The proposal is to introduce `&nil` at method declaration sites to mean "This
method does not accept a block". This is symmetric to the ability to pass `&nil`
at call sites to mean "I am not passing a block to this method call", which is
sometimes useful when making `super` calls (since blocks are always implicitly passed).
Explicitly, the proposal is to make the following behaviour be a part of Ruby:
```ruby
def find(item = nil, &nil)
# some implementation that doesn't call `yield` or `block_given?`
end
find { |i| i == 42 }
# => ArgumentError: passing block to the method `find' that does not accept a
block.
```
## Implementation
I assume the implementation would be a grammar change to make `&nil` valid at method
declaration sites, as well as raising an `ArgumentError` for methods that are called with
a block but are declared with `&nil`.
## Evaluation
Since I don't have an implementation, I can't make a proper evaluation of the
feature proposal.
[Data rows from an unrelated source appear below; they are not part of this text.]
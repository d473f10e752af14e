"""Small robust statistics on 1-D arrays, without numpy's general-purpose wrappers.

``np.median`` handles any axis, masked and object arrays; for the one-dimensional float arrays of a
comparison (about 60 medians per pair) its bookkeeping costs more than the selection itself. The
functions here give the same numbers to the last bit (a test checks it).
"""

from __future__ import annotations

import math

import numpy as np

__all__ = ["agreeing_onset", "code_grid", "median1d", "quantisation_step"]


def median1d(x: np.ndarray) -> float:
    """Median of a 1-D array, as ``np.median``: NaN if it holds a NaN or is empty.

    Parameters
    ----------
    x : numpy.ndarray
        One-dimensional float array (any unit; the result has the same unit).

    Returns
    -------
    float
    """
    a = np.asarray(x, dtype=np.float64).ravel()
    n = a.size
    if n == 0:
        return math.nan
    k = n // 2
    if n % 2:
        p = np.partition(a, (k, n - 1))  # NaN sorts last: partitioning the last place finds it
        return math.nan if math.isnan(p[-1]) else float(p[k])
    p = np.partition(a, (k - 1, k, n - 1))
    return math.nan if math.isnan(p[-1]) else float(0.5 * (p[k - 1] + p[k]))


def agreeing_onset(onsets: np.ndarray, *, agree_us: float = 0.05, count: int = 3) -> np.ndarray:
    """Earliest time at which ``count`` onsets of a row agree within ``agree_us``, NaN where none do.

    Parameters
    ----------
    onsets : numpy.ndarray, shape (n_rows, n_detectors)
        Onset times of independent detectors [us]; NaN where a detector saw nothing.
    agree_us : float
        Largest spread of the agreeing onsets [us].
    count : int
        Number of agreeing detectors (at least 1).

    Returns
    -------
    numpy.ndarray, shape (n_rows,)
        The earliest onset of the first agreeing group of each row [us].
    """
    C = np.sort(np.atleast_2d(np.asarray(onsets, dtype=np.float64)), axis=1)  # NaN sort last
    if C.shape[1] < count:
        return np.full(C.shape[0], np.nan)
    spread = C[:, count - 1:] - C[:, : C.shape[1] - count + 1]
    ok = np.isfinite(spread) & (spread <= agree_us)
    first = np.argmax(ok, axis=1)
    return np.where(ok.any(axis=1), C[np.arange(C.shape[0]), first], np.nan)


def quantisation_step(samples: np.ndarray) -> float:
    """Code step of recorded samples [their unit]: the typical spacing of their distinct values.

    Returns 0 for samples that are not quantised (e.g. simulated floats). The median of the smaller
    half of the spacings between distinct values is the step when the samples sit on a grid (most
    neighbours differ by one code). Samples near a grid but not on it count too: see :func:`code_grid`.

    Parameters
    ----------
    samples : numpy.ndarray
        Samples of one channel [any unit].

    Returns
    -------
    float
        The step [unit of ``samples``], 0 when the samples sit on no grid.
    """
    return code_grid(samples)[0]


def code_grid(samples: np.ndarray) -> tuple[float, bool]:
    """Code step of recorded samples [their unit], and whether they sit exactly on its grid.

    Samples near a grid but not on it (a record converted to other units or stored as 32-bit floats and
    back, a few digits printed and read again: the values of one code then differ by a small fraction
    of it) have two kinds of spacing, within a code and between codes, with none in between: where the
    sorted spacings show such a gap (a jump by a factor of 20 or more, with a tenth of them below it),
    the step is read from the spacings of the codes' mean values, and it counts when those are whole
    multiples of it and the values of one code lie within a tenth of it.

    Parameters
    ----------
    samples : numpy.ndarray
        Samples of one channel [any unit].

    Returns
    -------
    (step, exact) : (float, bool)
        The step [unit of ``samples``] (0 when the samples sit on no grid), and True when every spacing
        is a whole number of steps within 5 % (False for a grid found from the codes' means).
    """
    u = np.unique(np.asarray(samples, dtype=np.float64))
    if u.size < 16:
        return 0.0, False
    d = np.diff(u)
    span = float(u[-1] - u[0])
    if span <= 0:
        return 0.0, False
    g = np.sort(d)
    q = float(np.median(g[: max(1, d.size // 2)]))
    # on a grid most spacings are whole multiples of q; a float record has spacings of every size
    if q > 0 and q >= 1e-9 * span and np.mean(np.abs(d / q - np.round(d / q)) < 0.05) >= 0.8:
        return q, True
    return _near_grid_step(u, d, g, span), False


def _near_grid_step(u: np.ndarray, d: np.ndarray, g: np.ndarray, span: float) -> float:
    """Step of values scattered slightly about a grid, or 0: ``u`` the distinct values (ascending),
    ``d`` their spacings and ``g`` those sorted."""
    lo = max(1, g.size // 10)  # at least a tenth of the spacings within codes
    hi = g.size - 16  # and 16 between codes
    if hi <= lo or not g[0] > 0:
        return 0.0
    jump = g[lo:hi] / g[lo - 1:hi - 1]
    k = int(np.argmax(jump))
    if not jump[k] >= 20.0:
        return 0.0
    # the values of one code, and the step from the spacings of their means (the spacings between the
    # edges of neighbouring codes are shorter by the codes' scatter)
    code = np.concatenate(([0], np.cumsum(d > math.sqrt(g[lo - 1 + k] * g[lo + k]))))
    centre = np.bincount(code, weights=u) / np.bincount(code)
    dc = np.diff(centre)
    q = float(np.median(np.sort(dc)[: max(1, dc.size // 2)]))
    if q < 1e-9 * span or g[lo - 1 + k] > 0.1 * q or np.mean(np.abs(dc / q - np.round(dc / q)) < 0.1) < 0.8:
        return 0.0
    # refined: the slope of the codes' means over their code numbers (least squares)
    n_code = np.concatenate(([0.0], np.cumsum(np.round(dc / q))))  # each spacing a whole number of codes
    nc = n_code - n_code.mean()
    return float(nc @ (centre - centre.mean()) / (nc @ nc))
However, I would expect the language changes to be minimal with no
runtime costs for methods that don't use the `&nil` syntax.
## Discussion
This proposal has much smaller scope than #15554 so that the Ruby language can start
giving library authors the ability to explicitly mark their methods as not accepting a
block. This is fully backward compatible, since it is an opt-in behaviour and not an
opt-out one.
Future directions after this feature proposal could be a way to signal to the VM that any
method in a file that doesn't explicitly use `yield`/`block_given?` or explicitly
declared a block parameter should be treated as not accepting a block. This can be done
via some kind of pragma similar to `frozen_string_literal`, or through other means.
However, such future directions are beyond the scope of this proposal.
## Summary
Adding the ability for methods to declare that they don't accept a block will make
writing code against such methods safer and more resilient, and will prevent silently
ignored behaviour that is often hard to catch or troubleshoot.